I’m talking about the kind you actually play with your foot – soccer. Xela (our city) was playing Municipal – a team from Guatemala City. Xela is one of the worst rated teams and Guate City is one of the best. We were expecting a blow out.
I’m not even sure how to begin writing this. I’ve decided I just need to film it because there are no words to express…..
The game started at 8pm. It was raining of course. The stadium was sort of an enhanced version of a high school stadium (mind you, this is the second largest city in the country with 200,000 people). The tickets were $6.75. Lemme tell you – it’s so refreshing to actually be able to afford to GO to a pro sports game. It made a fan out of me before the game even started.
The same guys with AK47’s who guard everything in the city were out in droves. We got searched going in because apparently you can’t take water or pop bottles in because all the fans throw them on the field!

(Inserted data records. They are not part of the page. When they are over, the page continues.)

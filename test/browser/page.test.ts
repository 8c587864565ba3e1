import { mkdtempSync, readFileSync, rmSync, writeFileSync } from 'node:fs';
import { createRequire } from 'node:module';
import { tmpdir } from 'node:os';
import { join } from 'node:path';
import type { BrowserContextOptions, Page } from 'playwright-core';
import { afterAll, beforeAll, describe, expect, test } from 'vitest';
import { eastOf, northOf, turn } from '../../src/math/angles.js';
import { toKnots } from '../../src/math/units.js';
import { comparePage, debriefPage } from '../../src/report/page.js';
import { encodePayload, stretches } from '../../src/report/payload.js';
import { seasonPage } from '../../src/report/season-page.js';
import { season } from '../../src/season.js';
import { sampleLadders } from '../report/sample-ladders.js';
import { bareSample, noWindSpeedSample, renamed, sample, type Sample } from '../report/sample.js';
import { inventedSeason } from '../season/invented-season.js';
import { openBrowser } from './browser.js';

/** The page in a real browser, opened from a file with the network off. One browser for all. */
const LONG = process.env['LEGWORK_LONG'] === '1';
const browser = await openBrowser();
const folder = mkdtempSync(join(tmpdir(), 'legwork-page-'));
const HOSTILE = '</script><img src=x onerror=alert(1)>';

const full = sample();
const FILES: Readonly<Record<string, string>> = {
  full: debriefPage(full.result, full.series),
  compare: comparePage(full.result, full.series, sampleLadders(full)),
  bare: pageOf(bareSample()),
  nowind: pageOf(noWindSpeedSample()),
  hostile: pageOf(renamed(full, HOSTILE)),
  'hostile-compare': hostileCompare(),
  'hostile-season': seasonPage(season(inventedSeason({ seed: 5, races: 4, every: 7, sailors: [{ name: HOSTILE }] }))),
  season: seasonPage(season(inventedSeason({ seed: 5, races: 8, every: 7, sailors: [{ name: 'Corrie' }] })), {
    pageOf: ({ race }) => (race === 'Race 2' ? 'full.html' : null),
  }),
};

function pageOf({ result, series }: Sample): string {
  return debriefPage(result, series);
}

function hostileCompare(): string {
  const bad = renamed(full, HOSTILE);
  return comparePage(bad.result, bad.series, sampleLadders(bad));
}

interface Opened {
  readonly page: Page;
  /** Console errors, page errors, dialogs and requests that leave the file. */
  readonly trouble: string[];
  readonly close: () => Promise<void>;
}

So we all bought ponchos and grabbed a seat on the far end of the field right above the goal. Great seats. There are no assigned seating – if you wanted to pay $2 more, you could sit in the covered section, but we didn’t know that. The door you enter in, is the section you sit in.

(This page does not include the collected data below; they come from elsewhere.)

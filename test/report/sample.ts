import { directionOf, eastOf, northOf, RAD, turn, wrap360 } from '../../src/math/angles.js';
import { KNOT } from '../../src/math/units.js';
import type {
  BoatResult,
  Cause,
  LegResult,
  ManoeuvreResult,
  PairResult,
  Q,
  Quantity,
  Result,
  Side,
  Steady,
  TackSide,
} from '../../src/result/result.js';
import type {
  BlockRow,
  BoatSeries,
  LegSpan,
  ManoeuvreSpan,
  MarkPlace,
  PolarCurve,
  PolarPoint,
  RaceSeries,
} from '../../src/result/series.js';

/**
 * An invented race of two boats over two laps, for the tests of the report only: a toy boat in a swinging wind, and a
 * result whose figures are plain means of what was simulated. Nothing in it is a claim about boats.
 */

const T0 = Date.UTC(2026, 3, 18, 12, 5, 0) / 1000;
const COURSE_AXIS = 215;
const BEAT = 900;

interface Helm {
  readonly name: string;
  readonly sailor: string;
  /** Course angle upwind. [deg] */
  readonly gamma: number;
  /** Speed factor. */
  readonly pace: number;
  /** Seconds a tack takes to heal. */
  readonly recovery: number;
  /** Widest distance off the middle of the course. [m] */
  readonly corridor: number;
  readonly heading: boolean;
  readonly delay: number;
}

const HELMS: readonly Helm[] = [
  { name: 'Corrie', sailor: 'Corrie', gamma: 44, pace: 1, recovery: 8, corridor: 120, heading: true, delay: 0 },
  { name: 'Linnet', sailor: 'Maren', gamma: 40.5, pace: 0.985, recovery: 15, corridor: 100, heading: false, delay: 3 },
];

/** A small generator so that the same sample comes out each time (linear congruential, Numerical Recipes' constants). */
function seeded(seed: number): () => number {
  let state = seed >>> 0;
  return () => {
    state = (1664525 * state + 1013904223) >>> 0;
    return state / 2 ** 32 - 0.5;
  };
}

function windAt(t: number): { twd: number; tws: number } {
  const twd = COURSE_AXIS + 7 * Math.sin((2 * Math.PI * t) / 460) + 2.5 * Math.sin((2 * Math.PI * t) / 97 + 1);
  return { twd: wrap360(twd), tws: 5.6 + 0.7 * Math.sin((2 * Math.PI * t) / 700 + 2) + 0.25 * Math.sin(t / 23) };
}

/** Toy polar. [m/s] */
function toySpeed(gamma: number, tws: number): number {
  const up = 2.75 * Math.tanh(((gamma - 22) / 22) * 1.05) + 0.012 * (gamma - 44);
  return Math.max(0.2, up * (0.55 + 0.08 * tws));
}

interface Row {
  x: number;
  y: number;
  course: number;
  speed: number;
  mode: 'up' | 'down';
  tack: number;
}

interface Sim {
  rows: Row[];
  tacks: { at: number; from: number; kind: 'tack' | 'gybe' }[];
  legs: { kind: 'upwind' | 'downwind'; from: number; to: number }[];
}

/** Along and across the course axis, metres up the course and to its right. */
function courseFrame(x: number, y: number): { up: number; right: number } {
  const e = eastOf(COURSE_AXIS);
  const n = northOf(COURSE_AXIS);
  return { up: x * e + y * n, right: x * n - y * e };
}

function simulate(helm: Helm, seed: number): Sim {
  const noise = seeded(seed);
  const rows: Row[] = [];
  const tacks: Sim['tacks'] = [];
  const legs: Sim['legs'] = [];
  let x = helm.delay * 4;
  let y = 0;
  let tack = 1;
  let lap = 0;
  let mode: 'up' | 'down' = 'up';
  let sinceTurn = 999;
  let legFrom = 0;
  let wander = 0;
  for (let i = 0; i < 6000 && lap < 2; i++) {
    const { twd, tws } = windAt(i);
    wander = 0.93 * wander + 1.1 * noise();
    sinceTurn++;
    const { up, right } = courseFrame(x, y);
    const gamma = (mode === 'up' ? helm.gamma : 142) + wander;
    const damage = mode === 'up' ? 0.5 * Math.exp(-sinceTurn / helm.recovery) : 0.3 * Math.exp(-sinceTurn / 6);
    const speed = toySpeed(Math.min(gamma, 90), tws) * helm.pace * (mode === 'up' ? 1 : 0.98) * (1 - damage);
    const swing = Math.max(0, 1 - sinceTurn / 6);
    const course = wrap360(twd - tack * gamma * (1 - 2 * swing * (sinceTurn < 3 ? 1 : 0.4)));
    rows.push({ x, y, course, speed, mode, tack });
    x += speed * eastOf(course);
    y += speed * northOf(course);
    const target = mode === 'up' ? BEAT : 0;
    const toGo = mode === 'up' ? target - up : up;
    const half = Math.tan((mode === 'up' ? helm.gamma : 38) * RAD);
    // Wind over the starboard side takes a boat to the left of the wind's eye, upwind and down.
    const limit = Math.min(mode === 'up' ? helm.corridor : 90, Math.max(6, toGo * half));
    if (-tack * right > limit && sinceTurn > 30 && toGo > 25) {
      tacks.push({ at: i, from: tack, kind: mode === 'up' ? 'tack' : 'gybe' });
      tack = -tack;
      sinceTurn = 0;
    }
    if (toGo < 4) {
      legs.push({ kind: mode === 'up' ? 'upwind' : 'downwind', from: legFrom, to: i });
      legFrom = i;
      if (mode === 'down') lap++;
      mode = mode === 'up' ? 'down' : 'up';
      sinceTurn = 0;
    }
  }
  return { rows, tacks, legs };
}

function sideOf(tack: number): Side {
  return tack > 0 ? 'starboard' : 'port';
}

As the game was about to start, people started playing trumpets, drums, horns, other instruments. And we realized we were sitting in front of Those Guys. You know what I’m talking about – the guys who paint their faces, scream the entire game, rally up the crowd. There was no band. No cheerleaders. The crowd was more than enough.
So imagine me in a red poncho, dripping with cold and rain in the Guatemalan night next to 5 other Americans, excited with anticipation….. And then some dudes start to climb the fence. Now, I can’t imagine what these security guards with guns would do in the USA if the fans started climbing and sitting atop the fence around the field, getting their fireworks ready, but no one took notice. And thus, the game started.

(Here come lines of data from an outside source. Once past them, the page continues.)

/** How a share of error in wind speed shows in the reference's best VMG: d ln V* / d ln W, about 0.6; from the curve. */
function elasticity(reference: Reference, tws: number): number {
  return Math.log(reference.bestVmg(tws * 1.02) / reference.bestVmg(tws * 0.98)) / Math.log(1.02 / 0.98);
}

/**
 * Errors of the entries. A direction error turns made-good on both tacks in opposite ways, which shows in speed and
 * shifts; a wind speed error scales what was available, which shows in speed; the receiver shows where it was. An anchored
 * reference is moved with the scale of the wind, so that this drops out; in its place comes the error of the anchor.
 */
function withErrors(
  input: LedgerInput,
  entries: Record<Cause, number>,
  available: number,
  made: number,
): Omit<LedgerFigures, 'pieces' | 'overstood'> {
  const { sailing, tws, leg, rows, errors, reference } = input;
  const blocks = rows.blocks.map((block) => estimateBlock(sailing, tws, block, 0));
  const cross = blocks.map((b) => tackSign(b.tack) * b.seconds * b.speed * Math.sin(b.gamma * RAD) * RAD);
  const offered = blocks.map((b) => b.seconds * reference.bestVmg(b.tws) * elasticity(reference, b.tws));
  const direction = correlatedError(blocks, cross, errors.mismatch.direction);
  const windSpeed = correlatedError(blocks, offered, errors.mismatch.speed);
  const sum = (values: readonly number[]): number => values.reduce((total, value) => total + value, 0);
  const seconds = blocks.map((b) => b.seconds);
  const total = Math.max(1, sum(seconds));
  const scale = (leg.to - leg.from) / total;
  const imbalance = sum(cross);
  const centred = cross.map((value, k) => value - (imbalance * seconds[k]) / total);
  const swing = correlatedError(blocks, centred, { ...errors.mismatch.direction, slow: 0 });
  const receiver = Math.SQRT2 * errors.displacementSe(leg.to - leg.from);
  const sysDirection = Math.abs(imbalance) * errors.sysDirection;
  const sysWind = reference.kind === 'best' ? 0 : sum(offered) * scale * errors.sysSpeed;
  const wind = sum(blocks.map((b) => b.seconds * b.tws)) / total;
  const offer = Math.hypot(windSpeed * scale, available * (wind > 0 ? reference.levelSe(wind) : 0));
  const windows = leg.to - leg.from - total;
  const speedRate = total > 0 ? (Math.hypot(direction, windSpeed) / total) * windows : 0;
  const vmg = available / (leg.to - leg.from);
  const tacks = Math.hypot(receiver, 0.5 * speedRate, BOUNDS_ERROR * Math.sqrt(countWindows(rows)) * vmg);
  const ends = Math.hypot(receiver, ENDS_ERROR * vmg);
  const figure = (value: number, se: number, sys = 0): Figure => ({ value, se: value === 0 ? 0 : se, sys });
  const angleRate = Math.abs(entries.high) + Math.abs(entries.low);
  const angle = Math.min(angleRate, Math.hypot(direction, 0.2 * angleRate));
  return {
    available: figure(available, offer, sysWind),
    made: figure(made, Math.hypot(receiver, errors.leastGamma * RAD * Math.abs(sum(cross)))),
    lost: figure(available - made, Math.hypot(receiver, offer), sysWind),
    entries: {
      manoeuvres: figure(entries.manoeuvres, tacks),
      start: figure(entries.start, ends),
      high: figure(entries.high, angle, sysDirection),
      low: figure(entries.low, angle, sysDirection),
      trim: trimMetres(input),
      speed: figure(entries.speed, Math.hypot(direction, offer, receiver), Math.hypot(sysDirection, sysWind)),
      overstood: figure(entries.overstood, Math.hypot(receiver, 0.2 * entries.overstood)),
      stopped: figure(entries.stopped, receiver),
      shifts: figure(entries.shifts, Math.max(swing * scale, straying(blocks, errors, leg), receiver)),
    },
  };
}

The entire stadium lit up with fireworks, sparklers, flares, blinking flares, colored flares….. The field was awash in smoke and fumes and sparks. A guy on the fence hung a devil pinata from the fence and put a firework in it’s mouth, which it dutifully smoked until it caught on fire. Now, mind you, this is a place where you can’t bring a water bottle in. But pyrotechnics? No problem.
The entire game these guys behind us were singing with their trumpet and drum – some of the songs we caught onto, some of them were too complex but we sang and clapped along all the same. Wish I could repeat some of them here, but let’s just say, um, well, my mom reads this blog….
We all learned every curse word in Spanish last night – 100 times over. Ok, one of my favorite chants was this one:
Aqui, no hay gringos
Solo Super Chivos!
“There are no Americans here
Only super rams!” (repeat with trumpet)
Their mascot is a super ram. lol! They asked where we were from and when we said the US, they put thumbs up and started chanting about Obama. They love that guy here.
Then, they asked what the meaning of doing that ninja turtle thing with your hand – you know, the one where you stick out your thumb and pinky and say “RAD” or something like that…. We told them it means cool, which they translated into “Excellente!” We didn’t know how to tell them otherwise. So there were all these Guatemalan guys behind us shouting “Excellent” and doing that hand motion. I decided to ask them a question of my own.
I said what does *&#%& mean? (a curse word that seemed to be everyone’s favorite). They all laughed and told me it means “the ball.” As often as they were using it, you could almost believe it.
Well, Xela ended up winning (1-0) and at the end of the game the whole stadium erupted again. They got an iron-plated swat team to escort the refs off the field while the fans lit fireworks again.
The guys behind us had a stash of their own. Nate got a hot spark on his neck and the rest of us got plastered with this pink stuff in one of the pink streaming flares. It was all over our clothes, our faces, our hands….I was hiding under my thin, little poncho.
We said goodbye and walked home in a celebratory mood, dripping wet, and singing our newly learned songs all the way….
I didn’t know you two were out of the country again. Cool!